<写真:thanhnien.vn>
非常に強いエルニーニョの発生確率が63%に達したことを受け、水利部門は来季の乾季に備え、2026年の雨季における貯水計画の策定を進めている。
国家水文気象予報センターによると、エルニーニョはすでに形成されており、今後数カ月でさらに強まる見通しである。
2026年11月から2027年1月にかけて、非常に強いエルニーニョが発生する確率は63%とされ、実現すれば2015~2016年以来の強い現象の1つとなる可能性がある。
農業環境省傘下の水利施設管理・建設局で運用管理・灌漑を担当するグエン・マイン・フン氏は、不確実性が残る中で最も重要な対策は雨季を最大限活用した貯水であると指摘する。

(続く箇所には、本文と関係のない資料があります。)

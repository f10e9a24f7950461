//! What each sample capture holds, as its user would name it.

use panewise::capture;
use panewise::reading::{Reading, Request, analyse};
use panewise::session::{CaptureRef, Command, Session};
use panewise::signal::{Source, Span, Stored, Watch};
use panewise::tone::{Kind, suggest_steady};

use crate::truth::{folder, truth_of};

/// The suggested stretch, or the whole where there is none, as a first reading has it.
fn read(source: &dyn Source, kind: Option<Kind>) -> Reading {
    let rate_hz = source.sample_rate_hz();
    let mut session = Session::new(CaptureRef {
        path: "sample".to_owned(),
        blake3: String::new(),
        sample_rate_hz: rate_hz,
        channels: source.n_channels(),
        frames: source.n_frames(),
        format: String::new(),
    });
    if let Some(span) = suggest_steady(source, 0, rate_hz, &Watch::new()).unwrap() {
        session.segments[0].span = span;
    }
    Command::SetKind(kind).apply(&mut session);
    let analysis = analyse(source, &Request::from_session(&session), None, &Watch::new()).unwrap();
    Reading::clone(&analysis.reading)
}

fn read_file(file: &str, kind: Option<Kind>) -> Reading {
    read(&*capture::open(&folder().join(file)).unwrap().source, kind)
}

/// The strain's numbers: the third column at a decimal comma, after two lines of titles.
fn strain() -> Stored {
    let text = std::fs::read_to_string(folder().join("saltmarsh-sluice-strain.csv")).unwrap();
    let number = |line: &str| line.rsplit(';').next()?.trim().replace(',', ".").parse::<f64>().ok();
    let samples: Vec<f64> = text.lines().filter_map(number).collect();
    assert_eq!(samples.len() as u64, truth_of("saltmarsh-sluice-strain.csv")["frames"].as_u64().unwrap());
    Stored::new(10.0, 1, samples)
}

fn why(reading: &Reading) -> &str {
    reading.segment.kind_why.as_deref().unwrap()
}

fn warns(reading: &Reading, code: &str) -> bool {
    reading.warnings.iter().any(|w| w.code == code)
}

#[test]
fn machines_exciters_calibrators_and_gates_are_of_tones() {
    for file in ["saltmarsh-pump2-bearing.wav", "saltmarsh-exciter.wav", "saltmarsh-sound-calibrator.wav"] {
        let reading = read_file(file, None);
        assert_eq!(reading.segment.kind, Some(Kind::Tones), "{file}: {}", why(&reading));
        assert!(why(&reading).contains("more than 99.9 % of the power"), "{file}: {}", why(&reading));
        assert!(!warns(&reading, "transient"), "{file}");
    }
    let reading = read(&strain(), None);
    assert_eq!(reading.segment.kind, Some(Kind::Tones), "{}", why(&reading));
}

/// Its tone carries 1.27e-3 of some 5.1e-3 Pa²: a quarter.
#[test]
fn the_fan_duct_is_random_and_its_tone_is_read_all_the_same() {
    let reading = read_file("saltmarsh-fan-duct.wav", None);
    assert_eq!(reading.segment.kind, Some(Kind::Random), "{}", why(&reading));
    assert!(why(&reading).starts_with("1 tone carries 24.") || why(&reading).starts_with("1 tone carries 25."));
    assert!(reading.tones.iter().any(|t| (t.frequency_hz - 236.5).abs() < 0.05));
}

#[test]
fn the_hammer_tap_is_a_transient_and_warned_of() {
    let file = "saltmarsh-hammer-tap.wav";
    let reading = read_file(file, None);
    assert_eq!(reading.segment.kind, Some(Kind::Transient), "{}", why(&reading));
    assert!(why(&reading).contains("from its peak near 0.5"), "{}", why(&reading));
    assert!(warns(&reading, "transient") && !warns(&reading, "not-steady"));
    // The user's word goes before what is found.
    let reading = read_file(file, Some(Kind::Tones));
    assert_eq!(reading.segment.kind, Some(Kind::Tones));
    assert!(why(&reading).starts_with("set by hand; found to be transient: the level falls by"), "{}", why(&reading));
    assert!(!warns(&reading, "transient"));
}

/// The pump from standstill to standstill is work that is switched on and off, not an event.
#[test]
fn the_pump_with_its_run_up_and_run_down_is_no_transient() {
    let source = capture::open(&folder().join("saltmarsh-pump2-bearing.wav")).unwrap().source;
    let mut session = Session::new(CaptureRef {
        path: "pump".to_owned(),
        blake3: String::new(),
        sample_rate_hz: 8192.0,
        channels: 2,
        frames: source.n_frames(),
        format: String::new(),
    });
    session.segments[0].span = Span { start: 0, samples: source.n_frames() };
    let analysis = analyse(&*source, &Request::from_session(&session), None, &Watch::new()).unwrap();
    assert_ne!(analysis.reading.segment.kind, Some(Kind::Transient), "{}", why(&analysis.reading));
    assert!(warns(&analysis.reading, "not-steady"));
}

「2026年の雨季から可能な限り多くの水を蓄える必要がある。これは次の乾季における干ばつや水不足、塩水侵入に主体的に対応するための最も重要な手段である」と述べた。
同省は各地方に対し、干ばつ、水不足、塩水侵入への対応シナリオをリスク水準毎に策定するように要請した。
予測と水資源の配分に基づき、水利用計画の策定、作付け時期の調整、水不足リスクの高い地域における生活用水供給の準備が求められている。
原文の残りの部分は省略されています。